#### [EXTRACTED RECORDS]
+===+

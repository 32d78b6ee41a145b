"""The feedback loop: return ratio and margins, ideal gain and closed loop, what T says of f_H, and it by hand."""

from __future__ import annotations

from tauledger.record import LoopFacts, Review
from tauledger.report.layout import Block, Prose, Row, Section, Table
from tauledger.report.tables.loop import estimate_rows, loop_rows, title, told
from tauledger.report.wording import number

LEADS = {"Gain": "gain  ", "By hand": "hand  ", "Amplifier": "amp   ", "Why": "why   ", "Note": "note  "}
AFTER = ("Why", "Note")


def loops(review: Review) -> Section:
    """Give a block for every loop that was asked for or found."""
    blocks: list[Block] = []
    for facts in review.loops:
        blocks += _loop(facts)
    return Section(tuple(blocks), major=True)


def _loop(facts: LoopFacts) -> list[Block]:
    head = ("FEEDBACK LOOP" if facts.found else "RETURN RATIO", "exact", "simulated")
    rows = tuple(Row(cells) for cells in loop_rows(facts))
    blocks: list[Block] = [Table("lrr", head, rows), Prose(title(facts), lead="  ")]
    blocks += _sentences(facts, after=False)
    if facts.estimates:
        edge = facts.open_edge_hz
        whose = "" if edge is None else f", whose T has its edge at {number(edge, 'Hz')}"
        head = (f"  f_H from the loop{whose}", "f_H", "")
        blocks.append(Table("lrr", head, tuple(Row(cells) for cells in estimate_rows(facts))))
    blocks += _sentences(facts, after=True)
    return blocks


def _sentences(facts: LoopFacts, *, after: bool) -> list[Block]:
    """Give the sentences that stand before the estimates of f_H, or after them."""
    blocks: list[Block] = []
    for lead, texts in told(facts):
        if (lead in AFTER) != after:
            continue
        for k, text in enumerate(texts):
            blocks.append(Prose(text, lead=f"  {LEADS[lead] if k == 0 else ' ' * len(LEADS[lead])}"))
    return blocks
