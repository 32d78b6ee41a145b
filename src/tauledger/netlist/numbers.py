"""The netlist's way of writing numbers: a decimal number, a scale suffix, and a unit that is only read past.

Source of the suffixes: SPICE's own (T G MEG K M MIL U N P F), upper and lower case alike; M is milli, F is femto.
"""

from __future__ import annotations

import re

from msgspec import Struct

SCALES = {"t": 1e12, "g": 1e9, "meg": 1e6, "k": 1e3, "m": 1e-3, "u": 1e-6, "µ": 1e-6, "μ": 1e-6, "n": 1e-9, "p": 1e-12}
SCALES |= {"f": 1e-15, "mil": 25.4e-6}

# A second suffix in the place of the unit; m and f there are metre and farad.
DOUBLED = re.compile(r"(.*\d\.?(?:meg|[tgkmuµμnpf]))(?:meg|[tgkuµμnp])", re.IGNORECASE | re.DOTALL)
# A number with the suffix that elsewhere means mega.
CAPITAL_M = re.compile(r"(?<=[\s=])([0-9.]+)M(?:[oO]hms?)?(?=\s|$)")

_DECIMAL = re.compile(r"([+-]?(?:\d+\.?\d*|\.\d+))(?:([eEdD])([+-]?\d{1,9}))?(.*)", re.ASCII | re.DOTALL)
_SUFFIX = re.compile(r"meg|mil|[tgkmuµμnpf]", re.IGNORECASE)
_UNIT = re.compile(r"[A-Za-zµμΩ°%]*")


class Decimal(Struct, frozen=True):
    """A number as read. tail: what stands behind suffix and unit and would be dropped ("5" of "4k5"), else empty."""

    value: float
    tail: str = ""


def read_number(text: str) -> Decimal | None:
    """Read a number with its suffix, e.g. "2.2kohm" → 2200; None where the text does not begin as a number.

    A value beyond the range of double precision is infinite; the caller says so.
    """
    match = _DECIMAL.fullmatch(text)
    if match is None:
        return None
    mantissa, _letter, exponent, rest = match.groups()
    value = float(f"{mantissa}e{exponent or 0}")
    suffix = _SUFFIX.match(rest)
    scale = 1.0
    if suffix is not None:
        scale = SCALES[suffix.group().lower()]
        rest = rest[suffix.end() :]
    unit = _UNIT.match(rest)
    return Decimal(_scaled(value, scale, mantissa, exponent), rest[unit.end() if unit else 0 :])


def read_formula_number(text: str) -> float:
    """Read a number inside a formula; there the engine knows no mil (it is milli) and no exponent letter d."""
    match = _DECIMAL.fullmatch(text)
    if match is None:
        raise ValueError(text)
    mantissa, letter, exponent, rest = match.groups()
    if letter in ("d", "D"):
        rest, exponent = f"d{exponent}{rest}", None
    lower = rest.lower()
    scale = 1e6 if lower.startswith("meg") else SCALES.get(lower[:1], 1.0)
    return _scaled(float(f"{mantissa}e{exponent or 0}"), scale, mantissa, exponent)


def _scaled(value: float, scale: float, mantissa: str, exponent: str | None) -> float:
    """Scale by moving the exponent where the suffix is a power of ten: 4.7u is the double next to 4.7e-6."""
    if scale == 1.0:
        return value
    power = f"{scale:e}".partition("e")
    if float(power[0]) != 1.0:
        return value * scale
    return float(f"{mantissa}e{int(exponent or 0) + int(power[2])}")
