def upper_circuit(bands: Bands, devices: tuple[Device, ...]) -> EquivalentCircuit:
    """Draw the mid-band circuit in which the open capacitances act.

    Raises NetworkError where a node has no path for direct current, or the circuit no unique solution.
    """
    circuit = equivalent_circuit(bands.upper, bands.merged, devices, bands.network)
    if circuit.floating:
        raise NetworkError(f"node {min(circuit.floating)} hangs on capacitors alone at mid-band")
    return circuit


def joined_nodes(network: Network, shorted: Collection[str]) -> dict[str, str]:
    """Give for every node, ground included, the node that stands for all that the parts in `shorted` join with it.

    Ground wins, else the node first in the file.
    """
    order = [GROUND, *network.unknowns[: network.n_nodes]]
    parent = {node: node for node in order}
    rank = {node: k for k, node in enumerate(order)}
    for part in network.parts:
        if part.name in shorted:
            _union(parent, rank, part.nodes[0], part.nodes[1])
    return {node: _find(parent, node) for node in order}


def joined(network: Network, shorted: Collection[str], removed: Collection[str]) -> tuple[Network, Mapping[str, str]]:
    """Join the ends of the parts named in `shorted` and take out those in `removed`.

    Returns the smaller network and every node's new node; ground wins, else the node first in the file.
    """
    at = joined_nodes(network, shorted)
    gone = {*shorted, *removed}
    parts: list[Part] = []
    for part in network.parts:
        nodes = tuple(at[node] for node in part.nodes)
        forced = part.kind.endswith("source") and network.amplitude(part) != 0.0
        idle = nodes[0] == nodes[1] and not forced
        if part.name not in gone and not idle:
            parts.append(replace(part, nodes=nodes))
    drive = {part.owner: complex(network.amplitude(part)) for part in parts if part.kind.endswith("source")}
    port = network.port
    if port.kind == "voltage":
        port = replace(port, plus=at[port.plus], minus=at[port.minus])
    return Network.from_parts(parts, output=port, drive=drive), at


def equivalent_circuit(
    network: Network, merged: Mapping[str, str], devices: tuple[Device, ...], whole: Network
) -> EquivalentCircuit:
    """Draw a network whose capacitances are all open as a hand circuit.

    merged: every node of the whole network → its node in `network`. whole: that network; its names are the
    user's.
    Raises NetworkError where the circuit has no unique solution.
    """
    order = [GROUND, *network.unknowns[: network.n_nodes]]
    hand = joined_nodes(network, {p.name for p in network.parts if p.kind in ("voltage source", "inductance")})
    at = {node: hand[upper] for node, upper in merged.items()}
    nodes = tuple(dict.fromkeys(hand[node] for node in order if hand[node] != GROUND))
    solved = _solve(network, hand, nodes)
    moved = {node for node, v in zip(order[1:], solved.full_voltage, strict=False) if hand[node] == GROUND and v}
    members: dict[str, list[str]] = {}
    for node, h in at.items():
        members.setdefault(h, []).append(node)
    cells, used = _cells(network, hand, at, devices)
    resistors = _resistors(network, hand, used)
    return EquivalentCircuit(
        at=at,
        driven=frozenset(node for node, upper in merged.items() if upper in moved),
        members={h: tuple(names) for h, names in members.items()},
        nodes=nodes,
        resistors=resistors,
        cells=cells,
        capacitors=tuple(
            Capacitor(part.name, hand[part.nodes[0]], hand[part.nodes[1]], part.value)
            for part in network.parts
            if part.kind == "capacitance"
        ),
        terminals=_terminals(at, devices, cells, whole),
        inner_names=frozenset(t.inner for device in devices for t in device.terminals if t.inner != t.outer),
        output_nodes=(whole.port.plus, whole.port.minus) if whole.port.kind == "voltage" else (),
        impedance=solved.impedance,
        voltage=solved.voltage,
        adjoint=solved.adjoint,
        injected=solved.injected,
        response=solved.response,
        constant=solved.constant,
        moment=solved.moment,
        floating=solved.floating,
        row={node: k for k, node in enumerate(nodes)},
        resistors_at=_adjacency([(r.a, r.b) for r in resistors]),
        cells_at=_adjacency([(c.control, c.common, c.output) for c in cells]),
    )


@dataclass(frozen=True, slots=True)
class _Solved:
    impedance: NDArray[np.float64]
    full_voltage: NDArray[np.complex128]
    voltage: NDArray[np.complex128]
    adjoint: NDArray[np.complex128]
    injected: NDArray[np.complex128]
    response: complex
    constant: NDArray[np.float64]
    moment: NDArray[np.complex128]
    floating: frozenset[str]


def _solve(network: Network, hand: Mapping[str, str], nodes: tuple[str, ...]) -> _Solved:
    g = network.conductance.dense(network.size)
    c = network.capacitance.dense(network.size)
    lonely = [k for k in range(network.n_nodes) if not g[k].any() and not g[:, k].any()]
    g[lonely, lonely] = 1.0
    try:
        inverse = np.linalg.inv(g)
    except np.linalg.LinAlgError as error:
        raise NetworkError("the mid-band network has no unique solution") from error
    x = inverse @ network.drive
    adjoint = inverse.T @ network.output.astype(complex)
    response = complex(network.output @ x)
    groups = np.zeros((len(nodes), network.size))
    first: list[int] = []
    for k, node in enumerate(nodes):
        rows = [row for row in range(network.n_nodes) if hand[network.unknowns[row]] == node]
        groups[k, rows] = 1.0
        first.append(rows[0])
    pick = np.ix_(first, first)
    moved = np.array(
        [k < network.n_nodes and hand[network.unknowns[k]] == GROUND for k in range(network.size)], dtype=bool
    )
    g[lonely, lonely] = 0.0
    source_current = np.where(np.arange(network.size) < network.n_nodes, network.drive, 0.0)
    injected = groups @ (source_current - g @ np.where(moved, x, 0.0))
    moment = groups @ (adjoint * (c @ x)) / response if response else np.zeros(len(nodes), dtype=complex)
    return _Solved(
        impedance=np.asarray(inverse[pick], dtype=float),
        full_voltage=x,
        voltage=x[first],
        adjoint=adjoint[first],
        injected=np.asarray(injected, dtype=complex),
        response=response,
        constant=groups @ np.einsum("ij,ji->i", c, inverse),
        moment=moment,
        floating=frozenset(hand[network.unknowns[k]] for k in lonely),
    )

+===+

#### [PROBLEM STATEMENT]
Which lines in the records above contain the word "told"? Return each of them.

#### [RESPONSE BOX]
from tauledger.report.tables.loop import estimate_rows, loop_rows, title, told
    for lead, texts in told(facts):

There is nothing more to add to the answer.